▶ [Work item]: Pull out of the data below the stretch of lines bounded by the one containing "import openpyxl" and the one containing "for text in", both bounds included, unchanged.

━━━━━ Data provided ━━━━━

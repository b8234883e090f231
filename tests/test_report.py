"""Reports: the files a client reads, their contents, determinism, and safe writing."""

from __future__ import annotations

import hashlib
import math
import re
from pathlib import Path

import openpyxl
import pytest

from pipeopt import SizingStudy, UpgradeStudy
from pipeopt.cli import main
from pipeopt.report import CAUTIONS, write_report

DATA = Path(__file__).parent / "data"


@pytest.fixture(scope="module")
def sizing_report(tmp_path_factory):
    out = tmp_path_factory.mktemp("report")
    write_report(SizingStudy.demo().run(), out)
    return out


def test_sizing_report_contents(sizing_report):
    out = sizing_report
    html = (out / "report.html").read_text(encoding="utf-8")
    md = (out / "report.md").read_text(encoding="utf-8")
    for text in (html, md):
        assert "ILLUSTRATIVE" in text            # the demo's figures are invented, and say so
        assert "Model assumptions" in text and "Data sources" in text
        assert "reference checks passed" in text
        assert "EN 545" in text or "ISO 4427" in text      # catalog provenance
        assert "qualified engineer" in text
    assert all(c.split(".")[0][:40] in html for c in CAUTIONS)
    # self-contained: figures embedded, nothing fetched from the network
    assert "data:image/png;base64," in html
    assert not re.search(r"(src|href)=['\"]https?://", html)
    assert (out / "figures" / "cost_curves.png").is_file()
    book = openpyxl.load_workbook(out / "workbook.xlsx")
    assert {"candidates", "optimum", "inputs", "verification"} <= set(book.sheetnames)
    header = [c.value for c in book["inputs"][1]]
    assert header == ["key", "value", "unit"]
    rows = {r[0]: r[1:] for r in book["inputs"].iter_rows(min_row=2, values_only=True)}
    # inputs are numbers in the units people read, beside their unit (demo_sizing.toml)
    assert rows["line.length"] == (4.6, "km") and rows["duty[1].flow"] == (520, "m³/h")
    assert rows["fluid.temperature"] == (12, "°C")
    assert not list(out.rglob("*.tmp"))


def test_reports_are_deterministic(tmp_path):
    res = SizingStudy.demo().run()
    a, b = tmp_path / "a", tmp_path / "b"
    write_report(res, a, verification=False)
    write_report(SizingStudy.demo().run(), b, verification=False)
    for f in sorted(a.rglob("*.csv")) + sorted(a.rglob("*.md")) + sorted(a.rglob("*.png")):
        rel = f.relative_to(a)
        assert hashlib.sha256(f.read_bytes()).digest() == \
            hashlib.sha256((b / rel).read_bytes()).digest(), rel


def test_upgrade_report(tmp_path):
    write_report(UpgradeStudy.demo().run(), tmp_path, verification=False)
    book = openpyxl.load_workbook(tmp_path / "workbook.xlsx")
    assert {"summary", "cash_flows", "inputs", "derived", "tornado"} <= set(book.sheetnames)
    page = (tmp_path / "report.html").read_text(encoding="utf-8")
    assert "cumulative_cash_flow" in page and "figure-tornado" in page
    rows = {r[0]: r[1:] for r in book["inputs"].iter_rows(min_row=2, values_only=True)}
    # the upgrade study's own inputs, as demo_upgrade.toml gives them
    assert rows["existing.static_head"] == (22, "m")
    assert rows["existing.field_test.upstream_pressure"] == (4.6, "bar")
    assert rows["existing.field_test.length"] == (1.2, "km")
    assert rows["pumping.efficiency"][0] > 0 and rows["energy.escalation"][1] == "1/yr"
    assert rows["energy.demand_charge"][1] == "EUR/(kW yr)"
    assert rows["growth.flow_per_year"][1] == "1/yr"
    assert rows["existing.leakage_cost"] == (12000, "EUR/yr")
    assert rows["option[1].cost_per_metre"] == (520, "EUR/m")
    assert rows["option[0].liner_thickness"] == (6, "mm")
    derived = {r[0]: r[1:3] for r in book["derived"].iter_rows(min_row=2, values_only=True)}
    # back-calculated, so a derived value, not an input
    assert derived["existing roughness now"][1] == "mm"
    assert "existing.roughness" not in rows or rows["existing.roughness"][0] is None
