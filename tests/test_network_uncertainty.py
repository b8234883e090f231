"""Tests of pipeopt.network.uncertainty: Monte Carlo of a network design's life-cycle cost."""

from __future__ import annotations

import dataclasses
import tomllib
from importlib import resources

import numpy as np
import pytest
from scipy import stats

import pipeopt.network.uncertainty as nu
from pipeopt.costs import EnergyTariff, PowerLawPipeCost
from pipeopt.errors import InputError
from pipeopt.inputs import Economics, Pumping
from pipeopt.network import NetworkStudy
from pipeopt.network.design import evaluate
from pipeopt.network.inputs import DutyPoint
from pipeopt.studyfile import StudyFileError
from pipeopt.uncertainty import Normal, Triangular, Uniform


def demo_dict() -> dict:
    text = resources.files("pipeopt").joinpath("data", "demo_network.toml").read_text("utf-8")
    return tomllib.loads(text)


@pytest.fixture(scope="module")
def demo():
    study = NetworkStudy.demo()
    return study, study.run(progress=False)


EVERY_INPUT = {"energy_price": Uniform(0.08, 0.25), "escalation": Uniform(-0.01, 0.03),
               "demand_charge": Uniform(20, 90), "discount_rate": Uniform(0.02, 0.08),
               "horizon": Uniform(15, 45), "efficiency": Uniform(0.55, 0.85),
               "flow_factor": Uniform(0.8, 1.2), "hours_factor": Uniform(0.8, 1.0),
               "growth": Uniform(-0.01, 0.015), "station_cost_factor": Uniform(0.7, 1.4),
               "pipe_cost_factor": Uniform(0.9, 1.2)}
# large, growing demands: the velocity limit of 2.5 m/s fails in some samples' later years
GROWING = {**EVERY_INPUT, "flow_factor": Uniform(1.2, 1.5), "growth": Uniform(0.0, 0.03),
           "horizon": Uniform(3, 40)}
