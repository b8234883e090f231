"""Tests of pipeopt.programme: a renewal programme over a register, in process and on Dask.

Checks, each with its source:
- 50 random pumped mains of the invented register, valued by the programme, against the
  single-main upgrade study built for each through UpgradeStudy.from_dict with a "replace"
  option: the same best year, PV to 1e-9; the break rate now and the roughness now are worked
  out here from the register row (N0 = n A / (1 - e^{-5A}): the count of the last 5 years as
  the integral of Shamir & Howard's (1979) exponential rate; roughness = new + aging x age);
- the pooled growth fit A = ln(sum of recent / sum of prior) / 5, summed here with pandas;
- the Dask path against the in-process path on the demo register, bit for bit (a subprocess
  with a hard timeout, a LocalCluster with processes=False, closed on exit);
- the programme never spends more than a year's budget.
"""

from __future__ import annotations

import copy
import itertools
import math
import subprocess
import sys
import textwrap
from pathlib import Path
from types import SimpleNamespace

import iapws
import numpy as np
import pandas as pd
import pytest

from pipeopt import plots
from pipeopt.cli import main
from pipeopt.programme import STATUS, ProgrammeStudy, evaluate_rows, pooled_breaks
from pipeopt.register import INVENTED_MATERIALS, invented_register
from pipeopt.results import CAUTION
from pipeopt.studyfile import StudyFileError, read_toml

from .conftest import upgrade_study_for_main
from .test_replacement import hand_economics

ROOT = Path(__file__).resolve().parents[1]
DEMO = read_toml(ROOT / "pipeopt" / "data" / "demo_programme.toml")


def demo_dict(**changes) -> dict:
    """The demo study as a dict, with ``{"section.key": value}`` changes (None deletes)."""
    data = {k: (dict(v) if isinstance(v, dict) else [dict(x) for x in v])
            for k, v in DEMO.items()}
    for path, value in changes.items():
        section, key = path.split(".")
        if value is None:
            data.get(section, {}).pop(key, None)
        else:
            data.setdefault(section, {})[key] = value
    return data


@pytest.fixture(scope="module")
def demo_result():
    study = ProgrammeStudy.demo()
    return study.run(study.demo_register())


@pytest.mark.reference
def test_demo_programme_is_consistent(demo_result):
    # conservation of the money, checked by summing: every year's capital is the sum of the
    # raw register's cost x length of the mains renewed in it (pandas, on the register itself)
    r = demo_result
    s = r.study
    assert r.success
    assert len(r.mains) + len(r.rejected) == 5000
    raw = s.demo_register()
    raw = raw[~raw["main_id"].duplicated(keep=False)].set_index("main_id")
    renew = r.mains.loc[r.mains["status"] == "renew", ["main_id", "scheduled_year"]]
    spent = (raw.loc[renew["main_id"], "replacement_cost_per_m"].astype(float).to_numpy()
             * raw.loc[renew["main_id"], "length_m"].astype(float).to_numpy())
    by_year_raw = pd.Series(spent).groupby(renew["scheduled_year"].to_numpy(dtype=int)).sum()
    np.testing.assert_allclose(r.schedule["capital"].to_numpy()[by_year_raw.index.to_numpy()],
                               by_year_raw.to_numpy(), rtol=1e-12)
    assert r.schedule["capital"].to_numpy()[
        np.setdiff1d(np.arange(s.years), by_year_raw.index.to_numpy())].sum() == 0.0
    assert set(r.mains["status"]) <= set(STATUS)
    # every year within its budget, and the schedule table adds up from the mains table
    assert np.all(r.schedule["capital"].to_numpy() <= s.budget)
    renewed = r.mains[r.mains["status"] == "renew"]
    by_year = renewed.groupby("scheduled_year")["capital"].sum()
    np.testing.assert_allclose(r.schedule.set_index("year")["capital"].reindex(by_year.index),
                               by_year, rtol=1e-12)
    assert r.schedule["mains"].sum() == len(renewed)
    assert r.plan.objective == pytest.approx(renewed["npv_scheduled"].sum(), rel=1e-12)
    assert r.plan.bound >= r.plan.objective
    # a main is renewed only where its NPV is positive; one whose renewal never pays is kept
    assert (renewed["npv_scheduled"] > 0).all()
    assert (r.mains.loc[~r.mains["renewal_pays"], "status"] == "keep").all()
    assert r.mains["rank"].notna().sum() == r.mains["renewal_pays"].sum()
    assert "ILLUSTRATIVE" in r.text() and "Caution" in r.text()
    assert repr(r).count("\n") == 0


def test_fifty_register_mains_agree_with_the_upgrade_study():
    # the whole chain: register row -> break rate, growth, roughness -> economics; with flow
    # growth and an aging new main, so that the new main's energy is formed year by age
    study = ProgrammeStudy.from_dict(demo_dict(**{"growth.flow_per_year": 0.006,
                                                  "replacement.aging": "0.01 mm/yr",
                                                  "breaks.growth_from": "material",
                                                  "programme.years": 40}))
    frame = invented_register(3000, seed=21, defects=False)
    pumped = frame[frame["pumped_flow_m3_h"] > 0]
    rows = pumped.sample(50, random_state=3).sort_index()
    table, npv, rejected = evaluate_rows(rows.reset_index(drop=True), study)
    assert rejected.empty and len(table) == 50
    s = study.scenario
    for k, (_, r) in enumerate(rows.iterrows()):
        mat = study.materials[r["material"]]
        a = mat.break_growth
        n0 = r["breaks_last_5y"] * a / (1.0 - math.exp(-5.0 * a))
        age = 2027 - r["year_laid"]
        bore = r["inner_diameter_mm"] / 1000.0
        new_bore = (r["replacement_inner_diameter_mm"] / 1000.0
                    if not pd.isna(r["replacement_inner_diameter_mm"]) else bore)
        main = {"diameter": bore, "length": r["length_m"], "static_head": r["static_head_m"],
                "roughness": mat.roughness + mat.aging * age, "aging": mat.aging,
                "flow": r["pumped_flow_m3_h"] / 3600.0, "hours": r["hours_per_year"],
                "breaks_now": n0, "break_growth": a,
                "capital": r["replacement_cost_per_m"] * r["length_m"], "new_diameter": new_bore}
        upgrade = upgrade_study_for_main(main, s)
        best = upgrade.best_year("replace")
        assert table["best_year"].iloc[k] == best.year
        assert table["pv_keep"].iloc[k] == pytest.approx(best.keep_pv_cost, rel=1e-9)
        pv = table["pv_keep"].iloc[k] - npv[k]
        np.testing.assert_allclose(pv, best.table["pv_cost"].to_numpy(), rtol=1e-9)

━━━━━

▶ [Problem solution]:
import openpyxl
import pytest

from pipeopt import SizingStudy, UpgradeStudy
from pipeopt.cli import main
from pipeopt.report import CAUTIONS, write_report

DATA = Path(__file__).parent / "data"


@pytest.fixture(scope="module")
def sizing_report(tmp_path_factory):
    out = tmp_path_factory.mktemp("report")
    write_report(SizingStudy.demo().run(), out)
    return out


def test_sizing_report_contents(sizing_report):
    out = sizing_report
    html = (out / "report.html").read_text(encoding="utf-8")
    md = (out / "report.md").read_text(encoding="utf-8")
    for text in (html, md):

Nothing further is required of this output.